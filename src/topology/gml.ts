// GML (Himsholt, "GML: A portable Graph File Format", Universität Passau, 1997): a tree of
// `key value` pairs where a value is an integer, a real, a "string" or a [ list ].
// No library fits (we need every element's line and column), so this is a small tokenizer
// and recursive-descent reader of our own. Directed graphs are read as undirected (reverse
// arcs merged, builder.ts); one flat graph per file: a second graph or a nested one is refused.

import type { DesignFormat, SourcePos, Topology } from './model.js';
import { TopologyBuilder, type BuilderOptions } from './builder.js';
import { isLinkField, isNodeField, mapLinkAttributes, mapNodeAttributes } from './attributes.js';
import { MAX_NESTING } from './nesting.js';

type GmlValue = number | string | GmlPair[];

interface GmlPair {
  key: string;
  value: GmlValue;
  /** As written, for numbers (so an id `7` stays "7" and `07` stays "07"). */
  raw: string;
  pos: SourcePos;
}

const ENTITIES: Readonly<Record<string, string>> = { quot: '"', amp: '&', lt: '<', gt: '>', apos: "'" };

/** GML strings cannot contain `"`; writers escape it (and others) as HTML entities. */
function unescape(s: string): string {
  if (!s.includes('&')) return s;
  return s.replace(/&(#x[0-9a-fA-F]+|#\d+|[a-zA-Z]+);/g, (m, body: string) => {
    if (body[0] === '#') {
      const code = body[1] === 'x' || body[1] === 'X' ? parseInt(body.slice(2), 16) : parseInt(body.slice(1), 10);
      return code >= 0 && code <= 0x10ffff ? String.fromCodePoint(code) : m;
    }
    return ENTITIES[body] ?? m;
  });
}

// Sticky patterns, shared by every reader (lastIndex is set before each use).
const KEY = /[A-Za-z_][A-Za-z0-9_]*/y;
const NUMBER = /[+-]?(?:\d+\.?\d*|\.\d+)(?:[eE][+-]?\d+)?/y;

class GmlReader {
  private i = 0;
  private line = 1;
  private lineStart = 0;
  /** Lists open; bounded so that hostile nesting is an error, not a stack overflow. */
  private depth = 0;

  constructor(
    private readonly text: string,
    private readonly b: TopologyBuilder,
  ) {}

  private here(): SourcePos {
    return { line: this.line, column: this.i - this.lineStart + 1 };
  }

  /** Skip white space and `#` comments, counting lines. */
  private skip(): void {
    const t = this.text;
    while (this.i < t.length) {
      const c = t.charCodeAt(this.i);
      if (c === 10) {
        this.i++;
        this.line++;
        this.lineStart = this.i;
      } else if (c === 32 || c === 9 || c === 13 || c === 0xfeff) {
        this.i++;
      } else if (c === 35 /* # */) {
        while (this.i < t.length && t.charCodeAt(this.i) !== 10) this.i++;
      } else {
        return;
      }
    }
  }

  /** Reads pairs until `]` (nested) or the end of the text (top level). */
  readList(open?: SourcePos): GmlPair[] {
    const pairs: GmlPair[] = [];
    const t = this.text;
    for (;;) {
      this.skip();
      if (this.i >= t.length) {
        if (open) {
          throw this.b.error(
            'unclosed "[": the list is never closed with "]"',
            open,
            'add the missing "]" (check the brackets above the end of the file)',
          );
        }
        return pairs;
      }
      if (t[this.i] === ']') {
        if (open) {
          this.i++;
          return pairs;
        }
        throw this.b.error('unexpected "]" with no open "["', this.here(), 'remove it, or add the "[" it closes');
      }
      const pos = this.here();
      KEY.lastIndex = this.i;
      const key = KEY.exec(t);
      if (!key)
        throw this.b.error(
          `expected a key, found "${t[this.i]}"`,
          pos,
          'GML is a list of `key value` pairs; keys are letters, digits and _',
        );
      this.i += key[0].length;
      this.skip();
      pairs.push(this.readValue(key[0], pos));
    }
  }

  private readValue(key: string, pos: SourcePos): GmlPair {
    const t = this.text;
    const vpos = this.here();
    if (this.i >= t.length)
      throw this.b.error(`key "${key}" has no value`, pos, 'give a number, a "string" or a [ list ]');
    const c = t[this.i];
    if (c === '[') {
      if (++this.depth > MAX_NESTING) {
        throw this.b.error(
          `lists nest deeper than ${MAX_NESTING} levels`,
          vpos,
          'a GML design needs a few levels (graph, node, graphics); flatten this structure',
        );
      }
      this.i++;
      const value = this.readList(vpos);
      this.depth--;
      return { key, value, raw: '', pos };
    }
    if (c === '"') {
      const start = this.i + 1;
      const end = t.indexOf('"', start);
      if (end < 0) throw this.b.error(`unterminated string for key "${key}"`, vpos, 'close it with a double quote');
      const raw = t.slice(start, end);
      for (let k = start; k < end; k++) {
        if (t.charCodeAt(k) === 10) {
          this.line++;
          this.lineStart = k + 1;
        }
      }
      this.i = end + 1;
      return { key, value: unescape(raw), raw, pos };
    }
    NUMBER.lastIndex = this.i;
    const num = NUMBER.exec(t);
    if (num) {
      this.i += num[0].length;
      return { key, value: Number(num[0]), raw: num[0], pos };
    }
    throw this.b.error(`value of "${key}" is not a number, a "string" or a [ list ]`, vpos);
  }
}

/** A nested list as a plain object for `attrs` (repeated keys become arrays). */
function toPlain(pairs: GmlPair[]): Record<string, unknown> {
  const out: Record<string, unknown> = {};
  for (const p of pairs) {
    const v = Array.isArray(p.value) ? toPlain(p.value) : p.value;
    if (p.key in out) {
      const prev = out[p.key];
      out[p.key] = Array.isArray(prev) ? [...prev, v] : [prev, v];
    } else out[p.key] = v;
  }
  return out;
}

function scalarId(p: GmlPair): string | undefined {
  if (Array.isArray(p.value)) return undefined;
  return typeof p.value === 'number' ? p.raw : p.value;
}

export function parseGml(
  text: string,
  file: string,
  options: BuilderOptions = {},
  format: DesignFormat = 'gml',
): Topology {
  const b = new TopologyBuilder(file, format, options);
  const top = new GmlReader(text, b).readList();
  const graphs = top.filter((p) => p.key === 'graph');
  const graph = graphs[0];
  if (!graph || !Array.isArray(graph.value)) {
    throw b.error(
      'no "graph [ ... ]" list in this file',
      top[0]?.pos ?? { line: 1, column: 1 },
      'a GML design is `graph [ node [ id 1 ] ... edge [ source 1 target 2 ] ]`',
    );
  }
  if (graphs.length > 1) {
    throw b.error(
      `a second top-level graph (the first begins on line ${graph.pos.line})`,
      graphs[1].pos,
      'netbrace reads one design per file: put each graph in a file of its own',
    );
  }
  refuseNestedGraphs(graph.value, b);
  const metadata: Record<string, unknown> = {};
  let name: string | undefined;
  let network: string | undefined;
  let directed = false;
  const edges: GmlPair[] = [];
  for (const p of graph.value) {
    if (p.key === 'node' && Array.isArray(p.value)) readNode(p, p.value, b);
    else if (p.key === 'edge' && Array.isArray(p.value)) edges.push(p);
    else if (p.key === 'directed') {
      if (p.value !== 0) {
        directed = true;
        b.directed(p.pos, '"directed 1"');
      }
    } else if (p.key === 'multigraph') {
      // Parallel links are always kept; the flag adds nothing.
    } else {
      if (p.key === 'label' && typeof p.value === 'string') name = p.value;
      if (p.key === 'Network' && typeof p.value === 'string') network = p.value;
      metadata[p.key] = Array.isArray(p.value) ? toPlain(p.value) : p.value;
    }
  }
  // Edges are resolved after all nodes, so a file may list them in any order.
  for (const e of edges) readEdge(e, e.value as GmlPair[], b, directed);
  const resolved = name ?? network;
  return b.finish({ ...(resolved !== undefined ? { name: resolved } : {}), metadata });
}

/**
 * Hierarchical GML (a graph inside the graph, or inside a node) is not read: refused where it
 * begins, rather than its nodes and edges silently left out.
 */
function refuseNestedGraphs(pairs: GmlPair[], b: TopologyBuilder): void {
  for (const p of pairs) {
    if (!Array.isArray(p.value)) continue;
    if (p.key === 'graph') {
      throw b.error(
        'a nested graph: netbrace reads one flat graph per file',
        p.pos,
        'list its nodes and edges in the top-level graph (node ids must stay unique)',
      );
    }
    refuseNestedGraphs(p.value, b);
  }
}

/**
 * The pairs of a node or edge body as attributes: a key netbrace reads (`read(key)`) may be
 * written once — a second one is refused with both lines, not silently the one that counts;
 * other repeated keys are kept, as a list of their values.
 */
function bodyAttributes(body: GmlPair[], what: string, b: TopologyBuilder, read: (key: string) => boolean) {
  const raw: Record<string, unknown> = {};
  const where = new Map<string, SourcePos>();
  const written = new Map<string, string>();
  const first = new Map<string, GmlPair>();
  const repeated = new Set<string>();
  for (const p of body) {
    const value = Array.isArray(p.value) ? toPlain(p.value) : p.value;
    const earlier = first.get(p.key);
    if (earlier !== undefined) {
      if (read(p.key)) {
        throw b.error(
          `${what} has "${p.key}" twice (lines ${earlier.pos.line} and ${p.pos.line})`,
          p.pos,
          `keep one; the first is on line ${earlier.pos.line}`,
        );
      }
      raw[p.key] = repeated.has(p.key) ? [...(raw[p.key] as unknown[]), value] : [raw[p.key], value];
      repeated.add(p.key);
      continue;
    }
    first.set(p.key, p);
    raw[p.key] = value;
    where.set(p.key, p.pos);
    if (typeof p.value === 'number') written.set(p.key, p.raw);
  }
  return { raw, where, written, first };
}

function readNode(node: GmlPair, body: GmlPair[], b: TopologyBuilder): void {
  const { raw, where, written, first } = bodyAttributes(
    body,
    `the node on line ${node.pos.line}`,
    b,
    (k) => k === 'id' || isNodeField(k),
  );
  const idPair = first.get('id');
  if (idPair === undefined) throw b.error('node without "id"', node.pos, 'every GML node needs `id N`');
  const id = scalarId(idPair);
  if (id === undefined) throw b.error('node "id" must be a number or a string', idPair.pos);
  delete raw.id;
  const mapped = mapNodeAttributes(raw, b, { pos: (k) => where.get(k) ?? node.pos, text: (k) => written.get(k) });
  b.addNode({ id, pos: node.pos, ...mapped });
}

function readEdge(edge: GmlPair, body: GmlPair[], b: TopologyBuilder, directed: boolean): void {
  const ends = (k: string) => k === 'id' || k === 'source' || k === 'target';
  const { raw, where, written, first } = bodyAttributes(
    body,
    `the edge on line ${edge.pos.line}`,
    b,
    (k) => ends(k) || isLinkField(k),
  );
  const source = first.get('source');
  const target = first.get('target');
  const idPair = first.get('id');
  const id = idPair !== undefined ? scalarId(idPair) : undefined;
  // A list under `id` is not an id; it stays an attribute.
  if (id !== undefined) delete raw.id;
  delete raw.source;
  delete raw.target;
  if (!source || !target) {
    throw b.error(
      `edge without "${source ? 'target' : 'source'}"`,
      edge.pos,
      'every GML edge needs `source N target M`',
    );
  }
  const s = scalarId(source);
  const d = scalarId(target);
  if (s === undefined || d === undefined) throw b.error('edge "source" and "target" must be node ids', edge.pos);
  const mapped = mapLinkAttributes(raw, b, { pos: (k) => where.get(k) ?? edge.pos, text: (k) => written.get(k) });
  b.addLink({
    what: id !== undefined ? `edge "${id}"` : 'edge',
    ...(id !== undefined ? { id } : {}),
    source: s,
    target: d,
    pos: edge.pos,
    sourcePos: source.pos,
    targetPos: target.pos,
    ...mapped,
    ...(directed ? { arc: true } : {}),
  });
}
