// Distances on the Earth, for everything that reads coordinates (regional failures, link
// lengths estimated from sites, routes of GeoJSON links). A sphere of mean radius is enough
// at the accuracy designs give coordinates with.

/** Mean Earth radius R1 (IUGG / GRS 80), km. */
export const EARTH_RADIUS_KM = 6371.0088;

/** Great-circle distance in km between two points given in degrees (haversine, mean Earth radius 6,371.0088 km, IUGG). */
export function greatCircleKm(lat1: number, lon1: number, lat2: number, lon2: number): number {
  const rad = Math.PI / 180;
  const dLat = (lat2 - lat1) * rad;
  const dLon = (lon2 - lon1) * rad;
  const a = Math.sin(dLat / 2) ** 2 + Math.cos(lat1 * rad) * Math.cos(lat2 * rad) * Math.sin(dLon / 2) ** 2;
  return 2 * EARTH_RADIUS_KM * Math.asin(Math.min(1, Math.sqrt(a)));
}
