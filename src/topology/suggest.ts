// "Did you mean …?" for misspelt keys and ids: the closest candidate by Levenshtein
// edit distance (Levenshtein, Soviet Physics Doklady 10:707, 1966), if it is close enough.

/** Edit distance with unit costs, two-row dynamic programme, O(|a|·|b|) time. */
export function levenshtein(a: string, b: string): number {
  if (a === b) return 0;
  if (a.length === 0) return b.length;
  if (b.length === 0) return a.length;
  let prev = new Int32Array(b.length + 1);
  let cur = new Int32Array(b.length + 1);
  for (let j = 0; j <= b.length; j++) prev[j] = j;
  for (let i = 1; i <= a.length; i++) {
    cur[0] = i;
    const ca = a.charCodeAt(i - 1);
    for (let j = 1; j <= b.length; j++) {
      const cost = ca === b.charCodeAt(j - 1) ? 0 : 1;
      cur[j] = Math.min(prev[j] + 1, cur[j - 1] + 1, prev[j - 1] + cost);
    }
    [prev, cur] = [cur, prev];
  }
  return prev[b.length];
}

/** Candidates compared at most; suggestions are a courtesy on the error path, not a search. */
const MAX_CANDIDATES = 5000;
/** Longest word a suggestion is looked for. */
const MAX_WORD = 64;

/**
 * The candidate closest to `word` (case-insensitive), or undefined when none is within
 * about a third of the word's length (at least 1, at most 3 edits).
 */
export function closest(word: string, candidates: Iterable<string>): string | undefined {
  // Edit distance is quadratic in the length: long words (hostile ids) get no suggestion.
  if (word.length > MAX_WORD) return undefined;
  const limit = Math.min(3, Math.max(1, Math.ceil(word.length / 3)));
  const w = word.toLowerCase();
  let best: string | undefined;
  let bestDistance = limit + 1;
  let seen = 0;
  for (const c of candidates) {
    if (++seen > MAX_CANDIDATES) break;
    if (Math.abs(c.length - word.length) > limit) continue;
    const d = levenshtein(w, c.toLowerCase());
    // Replacing a whole short word is not a typo fix ("c" is not a misspelt "a").
    if (d < bestDistance && d < word.length) {
      best = c;
      bestDistance = d;
    }
  }
  return best;
}

/** `did you mean "x"?` or the fallback text. */
export function didYouMean(word: string, candidates: Iterable<string>, fallback = ''): string {
  const c = closest(word, candidates);
  return c === undefined ? fallback : `did you mean "${c}"?`;
}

> _Goal of the exercise_
Restate word for word the entries above, starting at the line with "return prev[b.length];" and ending at the line with "most 3 edits).", inclusive, and no others.

> _Exercise solution_
  return prev[b.length];
}

/** Candidates compared at most; suggestions are a courtesy on the error path, not a search. */
const MAX_CANDIDATES = 5000;
/** Longest word a suggestion is looked for. */
const MAX_WORD = 64;

/**
 * The candidate closest to `word` (case-insensitive), or undefined when none is within
 * about a third of the word's length (at least 1, at most 3 edits).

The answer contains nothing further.